● Problem details
Which lines come from the start of the records through the line that holds "const path = url.replace(/:(\w+)/g, (_, p: string)"? Write them out word for word.

┏━━

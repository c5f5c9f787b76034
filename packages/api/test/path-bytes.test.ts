import { afterAll, beforeAll, describe, expect, it } from 'vitest';
import { listApiRoutes } from './support/routes.js';
import { type Client, DEMO, signedIn, startTestApp, type TestApp } from './support/test-app.js';

// Issue 13 §5: NUL and other control characters in a URL path segment (an id, an invitation
// token) answer 400 naming the parameter, on every route that has one, never a 5xx.
let t: TestApp;
let owner: Client;

beforeAll(async () => {
  t = await startTestApp({ SIGN_IN_LIMIT_PER_MINUTE: '1000' });
  owner = await signedIn(t, DEMO.owner);
});
afterAll(() => t.close());

describe('control characters in a path segment', () => {
  it('answer 400 naming the parameter on every route with one', async () => {
    const routes = listApiRoutes(t.app).filter((r) => r.includes('/:'));
    expect(routes.length).toBeGreaterThan(20);
    for (const route of routes) {
      const [method, url] = route.split(' ') as [string, string];
      const params = [...url.matchAll(/:(\w+)/g)].map((m) => m[1] as string);
      for (const name of params)
        for (const bad of ['a%00b', '%07', '1%0A']) {
          const path = url.replace(/:(\w+)/g, (_, p: string) => (p === name ? bad : '1'));
          const verb = method.toLowerCase() as 'get' | 'post' | 'put' | 'patch' | 'delete';
          const res = verb === 'get' ? await owner.get(path) : await owner.send(verb, path, {});
          expect(
            res.status,
            `${route} with ${name}=${bad}: ${(res.text ?? '').slice(0, 160)}`,
          ).toBe(400);
          const body = (res.body?.fields ? res.body : JSON.parse(res.text)) as {
            fields?: Record<string, string>;
          };
          expect(Object.keys(body.fields ?? {}), `${route} ${name}`).toContain(name);
        }
    }
  }, 300_000);
});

┗━━

● Output below
repository c5f5c9f787b76034
filename packages/api/test/path-bytes.test.ts
import { afterAll, beforeAll, describe, expect, it } from 'vitest';
import { listApiRoutes } from './support/routes.js';
import { type Client, DEMO, signedIn, startTestApp, type TestApp } from './support/test-app.js';

// Issue 13 §5: NUL and other control characters in a URL path segment (an id, an invitation
// token) answer 400 naming the parameter, on every route that has one, never a 5xx.
let t: TestApp;
let owner: Client;

beforeAll(async () => {
  t = await startTestApp({ SIGN_IN_LIMIT_PER_MINUTE: '1000' });
  owner = await signedIn(t, DEMO.owner);
});
afterAll(() => t.close());

describe('control characters in a path segment', () => {
  it('answer 400 naming the parameter on every route with one', async () => {
    const routes = listApiRoutes(t.app).filter((r) => r.includes('/:'));
    expect(routes.length).toBeGreaterThan(20);
    for (const route of routes) {
      const [method, url] = route.split(' ') as [string, string];
      const params = [...url.matchAll(/:(\w+)/g)].map((m) => m[1] as string);
      for (const name of params)
        for (const bad of ['a%00b', '%07', '1%0A']) {
          const path = url.replace(/:(\w+)/g, (_, p: string) => (p === name ? bad : '1'));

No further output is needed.